- Opening Delimiter -

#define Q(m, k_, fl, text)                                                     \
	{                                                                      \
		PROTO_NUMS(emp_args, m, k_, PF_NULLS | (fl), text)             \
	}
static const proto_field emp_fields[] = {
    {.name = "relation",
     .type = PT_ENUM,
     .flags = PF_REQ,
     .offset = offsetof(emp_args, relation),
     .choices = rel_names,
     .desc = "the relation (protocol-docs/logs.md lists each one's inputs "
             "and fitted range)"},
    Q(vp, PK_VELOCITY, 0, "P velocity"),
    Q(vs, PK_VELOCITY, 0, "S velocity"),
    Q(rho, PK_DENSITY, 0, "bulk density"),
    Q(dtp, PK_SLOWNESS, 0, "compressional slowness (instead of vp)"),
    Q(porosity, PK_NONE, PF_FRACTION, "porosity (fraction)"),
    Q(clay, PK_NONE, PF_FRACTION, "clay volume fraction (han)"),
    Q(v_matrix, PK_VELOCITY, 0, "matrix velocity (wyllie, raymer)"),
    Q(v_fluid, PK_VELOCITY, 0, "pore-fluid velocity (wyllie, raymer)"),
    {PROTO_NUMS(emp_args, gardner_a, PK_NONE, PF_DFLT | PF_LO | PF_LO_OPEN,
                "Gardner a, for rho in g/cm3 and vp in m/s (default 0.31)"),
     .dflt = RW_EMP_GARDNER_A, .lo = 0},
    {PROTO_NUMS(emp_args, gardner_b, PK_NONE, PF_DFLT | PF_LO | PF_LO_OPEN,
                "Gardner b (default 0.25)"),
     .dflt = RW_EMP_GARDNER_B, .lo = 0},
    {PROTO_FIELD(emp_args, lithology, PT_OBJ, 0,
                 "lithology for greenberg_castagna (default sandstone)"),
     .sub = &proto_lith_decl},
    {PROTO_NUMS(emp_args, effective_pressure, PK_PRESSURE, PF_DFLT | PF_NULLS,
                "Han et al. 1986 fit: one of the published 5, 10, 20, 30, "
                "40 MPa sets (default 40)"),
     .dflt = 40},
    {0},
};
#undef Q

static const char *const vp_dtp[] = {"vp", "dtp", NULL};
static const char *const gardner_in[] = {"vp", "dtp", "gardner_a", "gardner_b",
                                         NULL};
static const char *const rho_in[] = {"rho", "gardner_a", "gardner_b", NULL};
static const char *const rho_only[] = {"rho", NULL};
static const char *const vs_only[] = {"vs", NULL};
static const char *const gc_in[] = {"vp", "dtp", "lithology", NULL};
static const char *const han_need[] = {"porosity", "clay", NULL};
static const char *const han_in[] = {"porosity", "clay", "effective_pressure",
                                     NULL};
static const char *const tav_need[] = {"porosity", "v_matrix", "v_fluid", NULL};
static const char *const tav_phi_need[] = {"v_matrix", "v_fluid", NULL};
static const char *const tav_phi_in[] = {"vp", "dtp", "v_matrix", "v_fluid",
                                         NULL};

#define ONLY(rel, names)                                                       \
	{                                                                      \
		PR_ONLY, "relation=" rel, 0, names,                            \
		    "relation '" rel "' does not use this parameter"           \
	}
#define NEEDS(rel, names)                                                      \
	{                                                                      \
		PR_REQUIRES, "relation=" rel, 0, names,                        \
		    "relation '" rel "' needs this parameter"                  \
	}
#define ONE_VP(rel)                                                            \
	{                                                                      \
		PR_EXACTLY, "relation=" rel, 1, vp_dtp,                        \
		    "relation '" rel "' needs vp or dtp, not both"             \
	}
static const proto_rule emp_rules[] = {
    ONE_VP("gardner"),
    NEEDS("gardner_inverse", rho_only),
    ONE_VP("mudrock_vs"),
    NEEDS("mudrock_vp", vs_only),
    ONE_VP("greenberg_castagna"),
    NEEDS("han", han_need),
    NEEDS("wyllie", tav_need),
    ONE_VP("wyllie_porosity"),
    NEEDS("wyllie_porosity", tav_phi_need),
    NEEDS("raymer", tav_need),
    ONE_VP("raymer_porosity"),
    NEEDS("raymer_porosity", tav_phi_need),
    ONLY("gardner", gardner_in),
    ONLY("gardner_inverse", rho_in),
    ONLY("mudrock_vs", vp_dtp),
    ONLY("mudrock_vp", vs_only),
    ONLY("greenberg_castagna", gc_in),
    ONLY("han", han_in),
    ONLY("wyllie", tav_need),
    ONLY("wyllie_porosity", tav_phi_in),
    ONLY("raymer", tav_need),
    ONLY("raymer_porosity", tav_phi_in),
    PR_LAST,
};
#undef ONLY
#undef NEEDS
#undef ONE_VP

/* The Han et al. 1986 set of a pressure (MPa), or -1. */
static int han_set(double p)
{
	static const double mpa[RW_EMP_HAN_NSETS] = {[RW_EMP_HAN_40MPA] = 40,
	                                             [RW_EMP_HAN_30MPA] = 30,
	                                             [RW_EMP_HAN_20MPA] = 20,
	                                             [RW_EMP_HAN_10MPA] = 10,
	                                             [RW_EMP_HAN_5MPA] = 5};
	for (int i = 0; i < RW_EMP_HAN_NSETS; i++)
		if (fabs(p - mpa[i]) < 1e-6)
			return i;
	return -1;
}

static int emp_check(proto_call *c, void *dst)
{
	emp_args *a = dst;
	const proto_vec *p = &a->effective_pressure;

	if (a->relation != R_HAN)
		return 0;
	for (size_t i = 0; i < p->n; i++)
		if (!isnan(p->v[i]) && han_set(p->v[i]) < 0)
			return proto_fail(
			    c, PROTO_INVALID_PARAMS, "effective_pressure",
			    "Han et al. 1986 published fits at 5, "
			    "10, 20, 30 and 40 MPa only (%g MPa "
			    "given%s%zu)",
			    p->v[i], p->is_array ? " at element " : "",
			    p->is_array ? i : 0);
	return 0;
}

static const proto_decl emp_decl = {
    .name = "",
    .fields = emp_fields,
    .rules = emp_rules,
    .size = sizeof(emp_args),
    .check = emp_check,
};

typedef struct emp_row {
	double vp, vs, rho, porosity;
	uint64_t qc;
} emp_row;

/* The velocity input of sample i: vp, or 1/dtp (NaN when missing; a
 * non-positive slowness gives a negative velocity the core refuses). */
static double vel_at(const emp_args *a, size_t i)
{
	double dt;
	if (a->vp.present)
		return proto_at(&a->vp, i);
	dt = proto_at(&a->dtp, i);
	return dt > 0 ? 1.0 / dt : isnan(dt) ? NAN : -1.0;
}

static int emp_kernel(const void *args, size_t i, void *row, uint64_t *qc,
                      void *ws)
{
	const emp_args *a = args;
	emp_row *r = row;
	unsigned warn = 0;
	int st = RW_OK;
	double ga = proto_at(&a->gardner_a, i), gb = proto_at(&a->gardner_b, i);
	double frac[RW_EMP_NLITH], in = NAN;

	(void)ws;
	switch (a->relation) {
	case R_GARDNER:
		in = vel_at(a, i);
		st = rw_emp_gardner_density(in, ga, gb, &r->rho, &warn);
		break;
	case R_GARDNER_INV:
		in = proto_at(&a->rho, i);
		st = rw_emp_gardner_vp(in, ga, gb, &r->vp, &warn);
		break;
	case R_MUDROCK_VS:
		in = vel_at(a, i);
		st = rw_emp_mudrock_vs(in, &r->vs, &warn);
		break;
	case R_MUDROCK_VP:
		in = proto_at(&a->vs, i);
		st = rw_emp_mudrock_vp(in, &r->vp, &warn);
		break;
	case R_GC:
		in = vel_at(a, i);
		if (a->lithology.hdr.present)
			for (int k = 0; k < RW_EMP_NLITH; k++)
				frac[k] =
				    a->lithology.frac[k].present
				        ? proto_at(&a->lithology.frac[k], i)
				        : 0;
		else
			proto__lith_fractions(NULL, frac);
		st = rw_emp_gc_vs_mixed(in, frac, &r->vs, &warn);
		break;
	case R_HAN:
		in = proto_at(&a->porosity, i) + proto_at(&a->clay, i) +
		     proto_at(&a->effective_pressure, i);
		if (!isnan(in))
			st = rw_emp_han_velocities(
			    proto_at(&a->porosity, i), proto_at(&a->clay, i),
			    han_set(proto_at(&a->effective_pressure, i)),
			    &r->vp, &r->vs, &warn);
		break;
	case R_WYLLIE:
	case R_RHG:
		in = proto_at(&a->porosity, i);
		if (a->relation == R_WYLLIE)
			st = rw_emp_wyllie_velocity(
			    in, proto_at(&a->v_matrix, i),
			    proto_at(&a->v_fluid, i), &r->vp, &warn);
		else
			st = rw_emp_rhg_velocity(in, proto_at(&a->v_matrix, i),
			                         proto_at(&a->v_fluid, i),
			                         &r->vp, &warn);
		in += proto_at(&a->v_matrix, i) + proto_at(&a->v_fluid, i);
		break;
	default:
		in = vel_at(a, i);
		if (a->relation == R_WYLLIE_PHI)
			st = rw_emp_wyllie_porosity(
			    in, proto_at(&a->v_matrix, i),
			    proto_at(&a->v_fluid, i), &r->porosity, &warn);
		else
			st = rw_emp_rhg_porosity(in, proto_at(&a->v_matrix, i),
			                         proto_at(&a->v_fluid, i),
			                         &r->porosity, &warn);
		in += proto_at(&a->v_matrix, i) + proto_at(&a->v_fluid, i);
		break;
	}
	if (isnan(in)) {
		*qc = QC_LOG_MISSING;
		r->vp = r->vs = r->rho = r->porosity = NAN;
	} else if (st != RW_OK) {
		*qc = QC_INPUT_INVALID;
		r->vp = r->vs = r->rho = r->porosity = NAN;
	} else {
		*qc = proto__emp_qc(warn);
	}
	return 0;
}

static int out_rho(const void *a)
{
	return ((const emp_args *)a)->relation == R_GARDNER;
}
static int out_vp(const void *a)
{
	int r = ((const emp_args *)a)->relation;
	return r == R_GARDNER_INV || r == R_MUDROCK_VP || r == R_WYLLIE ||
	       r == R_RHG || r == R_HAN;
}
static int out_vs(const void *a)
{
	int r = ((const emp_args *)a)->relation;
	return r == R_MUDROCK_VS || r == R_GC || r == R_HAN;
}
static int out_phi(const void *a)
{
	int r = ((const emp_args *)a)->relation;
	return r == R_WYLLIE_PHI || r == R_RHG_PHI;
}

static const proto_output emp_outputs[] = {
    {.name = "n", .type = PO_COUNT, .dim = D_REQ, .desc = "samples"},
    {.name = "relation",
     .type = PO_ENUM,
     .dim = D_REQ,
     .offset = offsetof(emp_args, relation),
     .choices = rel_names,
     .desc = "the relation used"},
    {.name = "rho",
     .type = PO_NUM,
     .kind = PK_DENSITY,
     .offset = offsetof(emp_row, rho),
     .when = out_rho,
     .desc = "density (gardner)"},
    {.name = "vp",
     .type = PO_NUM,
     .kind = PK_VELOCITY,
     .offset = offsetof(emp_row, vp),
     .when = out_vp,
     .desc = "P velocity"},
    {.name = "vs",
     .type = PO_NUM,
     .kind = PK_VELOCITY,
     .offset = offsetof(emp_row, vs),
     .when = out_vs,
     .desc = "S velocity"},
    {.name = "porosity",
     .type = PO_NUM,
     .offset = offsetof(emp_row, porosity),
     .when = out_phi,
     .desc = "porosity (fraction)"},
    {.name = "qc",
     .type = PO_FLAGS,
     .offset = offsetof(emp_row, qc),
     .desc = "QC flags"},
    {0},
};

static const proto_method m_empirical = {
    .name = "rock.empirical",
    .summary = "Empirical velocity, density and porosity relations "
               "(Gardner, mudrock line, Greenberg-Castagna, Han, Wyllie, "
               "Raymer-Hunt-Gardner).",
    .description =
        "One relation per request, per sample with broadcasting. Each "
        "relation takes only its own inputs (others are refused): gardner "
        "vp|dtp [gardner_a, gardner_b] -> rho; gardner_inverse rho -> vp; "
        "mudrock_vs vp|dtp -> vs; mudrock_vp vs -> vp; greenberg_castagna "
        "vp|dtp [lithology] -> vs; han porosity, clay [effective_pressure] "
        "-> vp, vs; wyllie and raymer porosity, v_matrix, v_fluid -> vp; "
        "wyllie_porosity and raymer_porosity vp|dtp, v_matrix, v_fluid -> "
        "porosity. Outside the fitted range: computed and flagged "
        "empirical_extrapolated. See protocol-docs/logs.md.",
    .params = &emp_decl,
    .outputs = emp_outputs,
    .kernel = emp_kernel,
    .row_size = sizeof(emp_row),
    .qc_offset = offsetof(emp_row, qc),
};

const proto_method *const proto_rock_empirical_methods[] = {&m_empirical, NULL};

- Closing Delimiter -

→ PROBLEM DETAILS
Tell me how many lines of the data hold the word "range", giving only the number.

→ YOUR SOLUTION
2